The answer is a single number: the count of lines below in which the word "import" appears.

═══

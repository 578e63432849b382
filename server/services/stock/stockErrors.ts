import { AppError } from '../../errors.js'

export interface Described {
  sku: string
  binCode: string
  lotCode: string | null
}

const where = (d: Described) => `${d.sku} in bin ${d.binCode}${d.lotCode ? ` (lot ${d.lotCode})` : ''}`

export function notEnoughOnHand(d: Described, onHand: number, wanted: number): AppError {
  return AppError.conflict('insufficient_stock', `Only ${onHand} of ${where(d)} on hand; ${wanted} cannot be taken.`, {
    params: { sku: d.sku, bin: d.binCode, available: onHand, wanted },
  })
}

export function notEnoughAvailable(d: Described, onHand: number, reserved: number, wanted: number): AppError {
  const available = onHand - reserved
  return AppError.conflict(
    'insufficient_stock',
    `Only ${available} of ${where(d)} available (${onHand} on hand, ${reserved} reserved for pick lists); ${wanted} cannot be taken.`,
    { params: { sku: d.sku, bin: d.binCode, available: Math.max(0, available), wanted } },
  )
}
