// Reservations hold stock for a document line (a pick list line): reserved up, available down.
// A balance's reserved always equals the sum of its reservation rows.
import { In, type EntityManager } from 'typeorm'
import { StockBalance } from '../../entities/StockBalance.js'
import { StockReservation } from '../../entities/StockReservation.js'
import { AppError } from '../../errors.js'
import { currentAverage } from './averageCost.js'
import { balanceKey, lockBalances } from './balanceLocks.js'
import { notEnoughAvailable } from './stockErrors.js'
import { applyMoves, type AppliedMoves, type DocRef, type StockActor } from './stockLedger.js'
import { loadLookups } from './stockLookups.js'

export interface ReserveLine {
  itemId: number
  binId: number
  lotId: number | null
  qty: number
  docLineId?: number | null
}

export async function reserve(
  em: EntityManager,
  actor: StockActor,
  input: { doc: Omit<DocRef, 'docLineId'>; lines: ReserveLine[] },
): Promise<StockReservation[]> {
  const lookups = await loadLookups(em, input.lines)
  const keys = input.lines.map((l) => ({ ...l, warehouseId: lookups.bin(l.binId).warehouseId }))
  const balances = (await lockBalances(em, keys, { create: false })).rows
  const created: StockReservation[] = []
  for (const l of input.lines) {
    if (!Number.isSafeInteger(l.qty) || l.qty <= 0) throw AppError.badRequest('qty_not_positive', 'Reserve a whole number above zero.')
    const bal = balances.get(balanceKey(l))
    const onHand = bal?.onHand ?? 0
    const reserved = bal?.reserved ?? 0
    if (!bal || onHand - reserved < l.qty) throw notEnoughAvailable(lookups.describe(l), onHand, reserved, l.qty)
    bal.reserved += l.qty
    created.push(em.create(StockReservation, {
      balanceId: bal.id, itemId: l.itemId, warehouseId: bal.warehouseId, binId: l.binId, lotId: l.lotId, qty: l.qty,
      docType: input.doc.docType, docId: input.doc.docId, docLineId: l.docLineId ?? null, userId: actor.userId,
    }))
  }
  for (const bal of balances.values()) await em.update(StockBalance, { id: bal.id }, { reserved: bal.reserved })
  return em.save(created)
}

async function lockReservations(em: EntityManager, where: { docType: string; docId: number; docLineId?: number }) {
  const rows = await em.find(StockReservation, { where, order: { id: 'ASC' } })
  if (!rows.length) return { rows, balances: new Map<string, StockBalance>() }
  const balances = (await lockBalances(em, rows, { create: false })).rows
  // Re-read under the balance locks: a concurrent release or pick may have changed them.
  const locked = await em.find(StockReservation, { where: { id: In(rows.map((r) => r.id)) }, lock: { mode: 'pessimistic_write' } })
  return { rows: locked, balances }
}

/**
 * Locks every balance a document holds stock in, in one sorted pass, before it is issued line by line:
 * issuing each line with its own lock would take them out of the one balance order.
 */
export async function lockDocumentBalances(em: EntityManager, where: { docType: string; docId: number }): Promise<void> {
  await lockReservations(em, where)
}

/** Releases what a document (or one of its lines) holds: cancelling a pick list. */
export async function releaseReservations(
  em: EntityManager,
  _actor: StockActor,
  where: { docType: string; docId: number; docLineId?: number },
): Promise<number> {
  const { rows, balances } = await lockReservations(em, where)
  let released = 0
  for (const r of rows) {
    const bal = balances.get(balanceKey(r))!
    bal.reserved -= r.qty
    released += r.qty
  }
  for (const bal of balances.values()) await em.update(StockBalance, { id: bal.id }, { reserved: bal.reserved })
  if (rows.length) await em.delete(StockReservation, { id: In(rows.map((r) => r.id)) })
  return released
}

/**
 * Picks reserved stock: issues qty from the reservation's bin and lot, reserved and on hand both
 * down. A pick beyond what the reservation holds is refused.
 */
export async function pickReserved(
  em: EntityManager,
  actor: StockActor,
  input: { reservationId: number; qty: number; doc: DocRef; note?: string | null },
): Promise<AppliedMoves> {
  const found = await em.findOneBy(StockReservation, { id: input.reservationId })
  if (!found) throw AppError.notFound('reservation_not_found', 'That reservation was not found.')
  const { rows } = await lockReservations(em, { docType: found.docType, docId: found.docId, docLineId: found.docLineId ?? undefined })
  const r = rows.find((row) => row.id === found.id)
  if (!r) throw AppError.conflict('reservation_released', 'That reservation was released meanwhile.')
  if (!Number.isSafeInteger(input.qty) || input.qty <= 0) throw AppError.badRequest('qty_not_positive', 'Pick a whole number above zero.')
  if (input.qty > r.qty) throw AppError.conflict('over_pick', `Only ${r.qty} are held for this line; ${input.qty} cannot be picked.`, { params: { left: r.qty, qty: input.qty } })
  const unitCost = await currentAverage(em, r.itemId, r.warehouseId)
  const applied = await applyMoves(em, actor, [{
    moveType: 'pick', itemId: r.itemId, binId: r.binId, lotId: r.lotId, qty: -input.qty, fromReserved: input.qty,
    unitCost, doc: input.doc, note: input.note ?? null,
  }])
  if (input.qty === r.qty) await em.delete(StockReservation, { id: r.id })
  else await em.update(StockReservation, { id: r.id }, { qty: r.qty - input.qty })
  return applied
}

═══

Exercise result:
10